The conversation could not.
The Contrast That Exposed Everything
At home, we also have another caretaker — same job description, same responsibilities, same environment.
But the difference?
Night and day.
This second caretaker:
- Is organised
- Is intentional
- Works like the place belongs to him
- Earns less, yet gives more
- Takes pride in his work
- Has standards and discipline
Meanwhile, the factory caretaker behaves like the job is doing him a favour — like he’s there to collect, not to contribute.
So I asked him a brutal but honest question:
“How is it that the person who earns less gives the job more respect than you do?”
Silence.
Eyes down.
Embarrassment everywhere.
And that silence told me everything.
Two Employees, Same Job — Completely Different Operating Systems
Every small business owner eventually meets these two types of employees:
Type 1: The Engaged Worker
- Gives their best
- Takes responsibility
- Sees opportunity
- Protects standards
Type 2: The Bare-Minimum Specialist
- Treats the job like entitlement
- Does only what is required
- Sees salary, not opportunity
- Performs just enough to avoid conflict
Same tools.
Same instructions.
Same environment.
The difference?
Mindset.
Attitude.
Internal wiring.
And here’s the painful twist:
Sometimes the one slacking is the longest-serving employee you have.

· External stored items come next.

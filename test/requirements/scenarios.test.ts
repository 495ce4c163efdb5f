import { describe, expect, it, vi } from 'vitest';
import { readDesign } from '../../src/design/read.ts';
import type { Design } from '../../src/design/types.ts';
import { judge } from '../../src/requirements/judge.ts';
import { size } from '../../src/requirements/size.ts';
import { solveDesign } from '../../src/result/solve-design.ts';
import type { Result } from '../../src/result/types.ts';

vi.setConfig({ testTimeout: 60_000 });

function design(parts: Partial<Design>): Design {
  const reading = readDesign(JSON.stringify({ format: 'halfmark-design/1', title: 'from the literature', conditions: { temperature: '300 K' }, bottom: { kind: 'neutral' }, ...parts }));
  if (!reading.ok) throw new Error(JSON.stringify(reading.complaints));
  return reading.design;
}

function solved(d: Design, set: Record<string, string> = {}): Result {
  const answer = solveDesign(d, { set });
  if (answer.kind !== 'result') throw new Error(JSON.stringify(answer));
  return answer.result;
}

const rhoC = (d: Design, set: Record<string, string> = {}): number => solved(d, set).contacts[0].rho_c_ohm_cm2 ?? NaN;

describe('a source/drain contact on n silicon', () => {
  const at = (barrier: string, imageForce: boolean): Design => design({
    conditions: { temperature: '300 K', temperatureRange: ['-40 degC', '125 degC'] },
    variables: [{ name: 'N', value: '4e20 cm^-3', tolerance: '20 %', range: ['1e20 cm^-3', '3e21 cm^-3'] }],
    layers: [{ name: 'contact', material: 'Si', thickness: '40 nm', dopants: [{ dopant: 'P', concentration: 'N' }] }],
    top: { kind: 'barrier', barrier, imageForce },
    requirements: [{ quantity: 'contactResistivity', of: 'top', max: '2e-9 ohm cm^2', over: 'temperatureRange' }],
  });

  it('of 2e-9 ohm cm^2 needs some 3 to 6e20 active donors cm^-3 where the barrier is 0.5 to 0.6 eV and the doping uncertain by 20 %', () => {
    // The target is common practice, no source; 8.4e-10 ohm cm^2 is on record for Si:P (from memory). The doping that it takes is an order: 2.5 to 7e20 here, with image force and without.
    const needed = (['0.5 eV', '0.6 eV'] as const).flatMap((barrier) => [true, false].map((imageForce) => {
      const found = size(at(barrier, imageForce), { variable: 'N', tolerances: 'stated' });
      if (found.kind !== 'sized') throw new Error(JSON.stringify(found.complaints));
      expect(found.intervals).toHaveLength(1);
      const { from, to } = found.intervals[0];
      expect(from.at).toBe('-40 degC, N -20 %');
      expect(to.reason).toBe('range');
      return from.value;
    }));
    expect(Math.min(...needed)).toBeGreaterThan(2.5e20);
    expect(Math.max(...needed)).toBeLessThan(7e20);
    // A higher barrier asks for more, and the image force for less.
    expect(needed[2]).toBeGreaterThan(needed[0]);
    expect(needed[1]).toBeGreaterThan(needed[0]);
  });

  it('misses it by the lowest doping and at the coldest end, by a margin that is the ratio', () => {
    const d = at('0.55 eV', true);
    const judged = judge(d, { set: { N: '2e20 cm^-3' }, tolerances: 'stated' });
    if (judged.kind !== 'judged') throw new Error(JSON.stringify(judged));
    const [row] = judged.requirements;
    expect(row.met).toBe(false);
    const worst = rhoC(d, { N: '1.6e20 cm^-3', temperature: '-40 degC' });
    expect((row.worst as number) / worst).toBeCloseTo(1, 3);
    expect((row.margin as number) * (worst / 2e-9)).toBeCloseTo(1, 3);
  });
});

describe('an Al-implanted p contact on 4H-SiC', () => {
  // Active by 39 to 56 % after anneals at 1675 to 1825 degC: Spera et al., Materials 12, 3468 (2019). Ti/Al/Ni on implanted p-4H-SiC: 2.3e-4 ohm cm^2, Appl. Surf. Sci. 420, 331 (2017). Both from memory.
  const at = (activation: number): Design => design({
    layers: [{ name: 'p', material: '4H-SiC', thickness: '200 nm', dopants: [{ dopant: 'Al', concentration: '1e20 cm^-3', activation: String(activation) }] }],
    top: { kind: 'barrier', barrier: '0.63 eV', carrier: 'p', imageForce: true },
  });

  it('is of the order of 1e-4 ohm cm^2 at 27 degC over the activations, and worst when cold', () => {
    for (const activation of [0.39, 0.475, 0.56]) {
      const [cold, room, hot] = ['-40 degC', '27 degC', '175 degC'].map((temperature) => rhoC(at(activation), { temperature }));
      expect(room).toBeGreaterThan(3e-5);
      expect(room).toBeLessThan(4e-4);
      expect(cold).toBeGreaterThan(2 * room);
      expect(room).toBeGreaterThan(5 * hot);
    }
    // The less is active the worse: activation counts for more than the barrier's first digit.
    expect(rhoC(at(0.39)) / rhoC(at(0.56))).toBeGreaterThan(2);
  });
});

describe('a metal on n-germanium', () => {
  const at = (N: string, barrier: string): number => rhoC(design({ layers: [{ name: 'n', material: 'Ge', thickness: '200 nm', dopants: [{ dopant: 'P', concentration: N }] }], top: { kind: 'barrier', barrier } }));

  it('pinned at 0.57 eV (Dimoulas et al., Appl. Phys. Lett., 2006) has the orders that follow, and unpinned conducts a hundred times as well', () => {
    // Worked out apart from this solver: 1.5e-6 at 2.5e19 and 8e-5 ohm cm^2 at 1e19 cm^-3, within a factor of 2.
    const pinned = at('2.5e19 cm^-3', '0.57 eV');
    for (const [got, other] of [[pinned, 1.5e-6], [at('1e19 cm^-3', '0.57 eV'), 8e-5]]) expect(Math.abs(Math.log(got / other))).toBeLessThan(Math.LN2);
    // A metal without pinning, 0.25 eV; 1.4e-8 ohm cm^2 was measured with an interlayer at this doping: Appl. Phys. Lett. 108, 10 (2016), doi 10.1063/1.4944060 (from memory).
    const unpinned = at('2.5e19 cm^-3', '0.25 eV');
    expect(pinned / unpinned).toBeGreaterThan(50);
    expect(pinned / unpinned).toBeLessThan(200);
    expect(Math.abs(Math.log(unpinned / 1.4e-8))).toBeLessThan(Math.LN2);
  });
});

describe('a p-well of 1e17 boron cm^-3', () => {
  const at = (temperature: string): Result => solved(design({
    conditions: { temperature },
    layers: [{ name: 'n+', material: 'Si', thickness: '100 nm', dopants: [{ dopant: 'P', concentration: '1e19 cm^-3' }] }, { name: 'well', material: 'Si', thickness: '1 um', dopants: [{ dopant: 'B', concentration: '1e17 cm^-3' }] }],
    top: { kind: 'neutral' },
  }));

  it('is ionised by 93 % at 300 K, 9 % at 77 K and not at 4.2 K, while its depletion region stays charged', () => {
    const runs = (['300 K', '77 K', '4.2 K'] as const).map(at);
    const shares = runs.map((r) => r.layers[1].ionised[0].fraction);
    expect(shares[0]).toBeCloseTo(0.93, 2);
    expect(shares[1]).toBeGreaterThan(0.07);
    expect(shares[1]).toBeLessThan(0.1);
    expect(shares[2]).toBeLessThan(1e-3);
    for (const { layers, junctions: [junction] } of runs) {
      expect(layers[1].ionised[0].fraction_depleted).toBeGreaterThan(0.99);
      // The field is that of the whole doping over the depletion width: q N W/eps, 11.7 for silicon. Half a Debye length at its end is left.
      const whole = (1.602176634e-19 * 1e17 * (junction.depletion_below_nm ?? NaN) * 1e-7) / (11.7 * 8.8541878128e-14);
      expect(junction.peak_field_V_cm / whole).toBeGreaterThan(0.95);
      // At 300 K electrons of the n+ side spill over the junction and add to it.
      expect(junction.peak_field_V_cm / whole).toBeLessThan(1.4);
    }
    // Wider when cold, for the built-in potential grows.
    expect(runs[2].junctions[0].depletion_below_nm).toBeGreaterThan(runs[0].junctions[0].depletion_below_nm ?? NaN);
  });
});
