import { randomUUID } from 'node:crypto';

import { QueryTypes } from 'sequelize';

import type { Recipe } from '#core/design/recipe.ts';
import { ExportFile } from '#db/models/ExportFile.ts';
import { MeshVersion } from '#db/models/MeshVersion.ts';
import { MeshVersionState } from '#db/models/MeshVersionState.ts';
import { ObservationSetRow } from '#db/models/ObservationSetRow.ts';
import { StoredFile } from '#db/models/StoredFile.ts';
import type { Correlation } from '#schemas/correlation.ts';
import type { Finding } from '#schemas/findings.ts';
import { getDatabase, inTransaction } from '#server/database.ts';
import { AppError } from '#server/errors.ts';
import { SOFTWARE_VERSION } from '#server/software-version.ts';

import type { ExportAnswer } from '../numerics/make-exports.ts';
import type { Task } from '../task.ts';
import { runInThread } from '../threads.ts';
import { computeCheck } from './check-design.ts';

interface Payload {
  designId: string;
  designName: string;
  studyId: string;
  observationSetId: string;
  recipe: Recipe;
  correlation: Correlation;
  note: string;
  reason: string | null;
  userName: string;
}

const verdictOf = (findings: Finding[]): 'pass' | 'warn' | 'fail' => {
  if (findings.some((finding) => finding.verdict === 'fail')) return 'fail';
  return findings.some((finding) => finding.verdict === 'warn') ? 'warn' : 'pass';
};

const buffer = (bytes: Uint8Array): Buffer => Buffer.from(bytes.buffer, bytes.byteOffset, bytes.byteLength);

/**
 * Rebuilds and checks a design and keeps it as the study's next version with its exports. Refused while a finding
 * fails, unless a reason was given, which becomes the waiver. Run twice, it gives the version that the first run made.
 */
export const saveVersionTask: Task = async (payload, context) => {
  const { designId, designName, studyId, observationSetId, recipe, correlation, note, reason, userName } = payload as unknown as Payload;
  const { jobId, teamId, userId, signal, reportProgress } = context;
  const done = await MeshVersion.findOne({ where: { jobId }, attributes: ['id'] });
  if (done) return { versionId: done.id };
  const answer = await computeCheck(observationSetId, recipe, correlation, { ...context, reportProgress: (fraction, phase) => reportProgress(0.6 * fraction, phase) });
  const verdict = verdictOf(answer.findings);
  if (verdict === 'fail' && !reason) {
    const failing = answer.findings.filter((finding) => finding.verdict === 'fail');
    throw new AppError('FINDINGS_FAIL', `${failing.map((f) => f.title).join(', ')}: ${failing.length === 1 ? 'this finding fails' : 'these findings fail'}. Change the design, or save again with the reason why it is acceptable.`, {
      details: { findings: failing.map((f) => f.id) },
    });
  }
  const set = await ObservationSetRow.findByPk(observationSetId, { attributes: ['fileId'] });
  const file = set && (await StoredFile.findByPk(set.fileId));
  if (!file) throw new AppError('NOT_FOUND', 'The observation set is gone, so the version was not saved.');
  const savedAt = new Date();
  const versionId = randomUUID();
  return inTransaction(async (transaction) => {
    // versions of one study are numbered one after the other; designs and uploads of the study need not wait
    await getDatabase().query('SELECT id FROM studies WHERE id = :studyId FOR NO KEY UPDATE', { replacements: { studyId }, transaction });
    const [{ next }] = await getDatabase().query<{ next: number }>('SELECT coalesce(max(number), 0) + 1 AS next FROM mesh_versions WHERE study_id = :studyId', {
      replacements: { studyId },
      transaction,
      type: QueryTypes.SELECT,
    });
    const { exports } = await runInThread<ExportAnswer>(
      {
        kind: 'make-exports',
        arrays: answer.arrays,
        facts: { meshHash: answer.meshHash, number: next, designName, savedAt: savedAt.toISOString(), softwareVersion: SOFTWARE_VERSION, observationSha256: file.sha256, recipe, correlation },
      },
      { signal, onProgress: (fraction, phase) => reportProgress(0.6 + 0.3 * fraction, phase) },
    );
    reportProgress(0.95, 'writing the version');
    await MeshVersion.create(
      {
        id: versionId,
        teamId,
        studyId,
        designId,
        designName,
        observationSetId,
        observationSha256: file.sha256,
        number: next,
        recipe,
        correlation,
        findings: answer.findings,
        figures: answer.figures,
        verdict,
        waiver: verdict === 'fail' ? reason : null,
        note,
        nodes: answer.nodes,
        elements: answer.elements,
        meshHash: answer.meshHash,
        arrays: buffer(answer.arrays),
        softwareVersion: SOFTWARE_VERSION,
        jobId,
        savedBy: userId,
        savedByName: userName,
        savedAt,
      },
      { transaction },
    );
    await MeshVersionState.create({ versionId, teamId, state: 'saved' }, { transaction });
    for (const { bytes, ...facts } of exports) await ExportFile.create({ ...facts, versionId, teamId, bytes: buffer(bytes) }, { transaction });
    signal.throwIfAborted();
    return { versionId, number: next, meshHash: answer.meshHash };
  });
};
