import { spawn } from 'node:child_process';
import { fileURLToPath } from 'node:url';

import { MeshVersion } from '#db/models/MeshVersion.ts';
import { ObservationSetRow } from '#db/models/ObservationSetRow.ts';
import { StoredFile } from '#db/models/StoredFile.ts';
import { AppError } from '#server/errors.ts';
import { readStoredFile } from '#server/observations/store-upload.ts';

import type { Task } from '../task.ts';

/** The program run in a process of its own: see `rebuild.thread.ts`. */
const program = (): string => fileURLToPath(new URL(import.meta.url.endsWith('.ts') ? '../rebuild.thread.ts' : './rebuild.thread.js', import.meta.url));

/**
 * Makes a version again from the original bytes and its recipe, in a fresh process that is given nothing else and no
 * access to the database, and compares the hashes.
 */
export const rebuildVersionTask: Task = async (payload, { signal, reportProgress }) => {
  const { versionId } = payload as { versionId: string };
  const version = await MeshVersion.findByPk(versionId, { attributes: ['id', 'observationSetId', 'recipe', 'correlation', 'meshHash', 'observationSha256'] });
  const set = version && (await ObservationSetRow.findByPk(version.observationSetId, { attributes: ['id', 'fileId', 'mapping', 'format'] }));
  const file = set && (await StoredFile.findByPk(set.fileId));
  if (!version || !set || !file) throw new AppError('NOT_FOUND', 'The version or its original file is gone.');
  reportProgress(0.1, 'rebuilding in a process of its own');
  const request = { mapping: set.mapping, recipe: version.recipe, sphereRadiusKm: version.correlation.sphereRadiusKm };
  const answer = await runRebuild(request, readStoredFile(file.id), signal);
  return { expectedHash: version.meshHash, rebuiltHash: answer.meshHash, reproduced: answer.meshHash === version.meshHash, observationSha256: answer.observationSha256 };
};

const runRebuild = async (request: unknown, file: AsyncIterable<Buffer>, signal: AbortSignal): Promise<{ meshHash: string; observationSha256: string }> => {
  const child = spawn(process.execPath, [...process.execArgv, program()], { env: { NODE_ENV: process.env['NODE_ENV'] ?? 'production' }, stdio: ['pipe', 'pipe', 'pipe'], signal });
  let output = '';
  let complaint = '';
  child.stdout.on('data', (part: Buffer) => (output += part.toString()));
  child.stderr.on('data', (part: Buffer) => (complaint += part.toString()));
  child.stdin.on('error', () => undefined);
  const ended = new Promise<number | null>((resolve, reject) => {
    child.on('error', reject);
    child.on('close', resolve);
  });
  ended.catch(() => undefined);
  const header = Buffer.from(JSON.stringify(request));
  const length = Buffer.alloc(4);
  length.writeUInt32LE(header.length);
  child.stdin.write(length);
  child.stdin.write(header);
  for await (const chunk of file) if (!child.stdin.write(chunk)) await new Promise<void>((resolve) => { child.stdin.once('drain', resolve); child.once('close', () => resolve()); });
  child.stdin.end();
  const code = await ended;
  if (code !== 0) throw new Error(`The rebuild process ended with ${code}: ${complaint.slice(0, 2000)}`);
  return JSON.parse(output) as { meshHash: string; observationSha256: string };
};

Loyalty: The Double-Edged Sword in Small Business
Our factory caretaker has served for six years.
Long after others left, he stayed.
His loyalty matters.
It deserves respect.
But loyalty does not cancel responsibility.
Loyalty is not a licence for sloppy work.

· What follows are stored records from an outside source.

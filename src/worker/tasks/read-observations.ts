import type { Transaction } from 'sequelize';

import { ObservationSetRow } from '#db/models/ObservationSetRow.ts';
import { StoredFile } from '#db/models/StoredFile.ts';
import type { Mapping, RejectedRow } from '#schemas/observation-sets.ts';
import { getDatabase, inTransaction } from '#server/database.ts';
import { AppError } from '#server/errors.ts';
import { readStoredFile } from '#server/observations/store-upload.ts';

import type { ReadAnswer } from '../numerics/read-observations.ts';
import type { Task } from '../task.ts';
import { runInThread } from '../threads.ts';

interface Payload {
  studyId: string;
  fileId: string;
  observationSetId: string;
  name: string;
  mapping: Mapping | null;
}

const resultOf = (set: Pick<ObservationSetRow, 'id' | 'rowsRead' | 'accepted' | 'rejectedCount'>): Record<string, unknown> => ({
  observationSetId: set.id,
  rowsRead: set.rowsRead,
  accepted: set.accepted,
  rejectedCount: set.rejectedCount,
});

/** Rejected rows in one statement of four arrays: a row at a time takes ten times as long. */
const writeRejected = async (observationSetId: string, from: number, batch: RejectedRow[], transaction: Transaction): Promise<void> => {
  await getDatabase().query(
    `INSERT INTO rejected_rows (observation_set_id, number, line, field, found, reason)
     SELECT $1::uuid, $2::int + ordinality - 1, line, field, found, reason
     FROM unnest($3::int[], $4::text[], $5::text[], $6::text[]) WITH ORDINALITY AS row (line, field, found, reason, ordinality)`,
    {
      bind: [observationSetId, from, batch.map((row) => row.line), batch.map((row) => row.field), batch.map((row) => row.found), batch.map((row) => row.reason)],
      transaction,
    },
  );
};

/** Reads an uploaded file into an observation set. The set appears whole or not at all; a file that cannot be read goes. */
export const readObservationsTask: Task = async (payload, { teamId, userId, signal, reportProgress }) => {
  const { studyId, fileId, observationSetId, name, mapping } = payload as unknown as Payload;
  const done = await ObservationSetRow.findByPk(observationSetId, { attributes: { exclude: ['columnsBundle'] } });
  if (done) return resultOf(done);
  const file = await StoredFile.findByPk(fileId);
  if (!file) throw new AppError('NOT_FOUND', 'The uploaded file is gone, because its study was deleted. Upload it again.');
  reportProgress(0, 'fetching the file');
  const chunks: Uint8Array[] = [];
  for await (const chunk of readStoredFile(fileId)) {
    chunks.push(chunk);
    signal.throwIfAborted();
  }
  try {
    return await inTransaction(async (transaction) => {
      let written = 0;
      const write = async (batch: RejectedRow[]): Promise<void> => {
        await writeRejected(observationSetId, written, batch, transaction);
        written += batch.length;
      };
      const answer = await runInThread<ReadAnswer>(
        { kind: 'read-observations', chunks, mapping: mapping ?? undefined },
        { signal, onProgress: reportProgress, onBatch: (batch) => write(batch as RejectedRow[]) },
      );
      signal.throwIfAborted();
      reportProgress(0.95, 'writing the observation set');
      const { columnsBundle, ...facts } = answer;
      await ObservationSetRow.create(
        { ...facts, id: observationSetId, teamId, studyId, fileId, name, createdBy: userId, columnsBundle: Buffer.from(columnsBundle.buffer, columnsBundle.byteOffset, columnsBundle.byteLength) },
        { transaction },
      );
      return resultOf({ id: observationSetId, ...facts });
    });
  } catch (error) {
    // a worker that stops gives the job back: then the file is still needed
    if (!(error instanceof Error && error.name === 'JobHandedBack')) await StoredFile.destroy({ where: { id: fileId } });
    throw error;
  }
};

Loyalty cannot replace standards.
This is where many small business owners fall into a trap:
The Loyalty Trap
- Feeling guilty addressing poor performance
- Allowing standards to slip
- Rewarding time instead of effort
- Confusing loyalty with value
But loyalty without output is a slow poison.
It weakens your culture.
It frustrates other employees.
It silently damages your business.
Where Courtesy Ends and Consequence Begins
This is where I introduced him to something I call The Courtesy Line.
The Courtesy Line means:
I owe you…
- A conversation
- Clarity
- Honesty
- Respect for the years you’ve served
But beyond that line?
I do not owe you:
- Comfort
- Excuses
- Blind patience
- Protection from consequences
Because once courtesy is given, reality steps in.
And reality is simple:
- If you don’t meet expectations…
- If you don’t maintain standards…
- If you don’t carry your weight…
Your future in the business becomes uncertain.
I will honour loyalty.
But I will not let loyalty hold the business hostage.
A small business cannot survive emotional decision-making at the expense of operational excellence.
Why Small Businesses Must Learn This Balance
Every entrepreneur knows this tension:
You want to reward loyalty…
…but you ALSO want the factory clean.
You want to appreciate long service…
…but you ALSO want standards maintained.
You want to be fair…
…but you ALSO want a business that runs properly.
If you let loyalty override responsibility:
- Your operations weaken
- Your standards collapse
- Your good employees lose motivation
- Your culture becomes inconsistent
If you ignore loyalty entirely:
- You become cold
- You lose genuinely committed people
- You create fear, not culture
The answer is balance.
Courtesy → Clarity → Consequence.
That is The Courtesy Line.
The Hard Truth Every Entrepreneur Must Accept
Some people work like they’re grateful.
Others work like they’re entitled.
Some see the job as an opportunity.
Others see it as a donation.
Your job is not to fix personality.
Your job is to define your boundary.
The Courtesy Line in action:
- Extend courtesy
- Communicate expectations
- Set clear consequences
- Allow them to rise… or step away
If they improve, great.
If they don’t, you part ways with peace.
A small business is fragile.
You cannot carry someone who refuses to carry themselves.
Conclusion: Loyalty Opens the Door — Performance Determines Who Stays
At the end of the day, every small business owner must learn this:
Loyalty should earn a conversation.
Performance should secure the job.
Master The Courtesy Line, and you build stronger teams.
Ignore it, and your business slowly bleeds until the damage becomes permanent.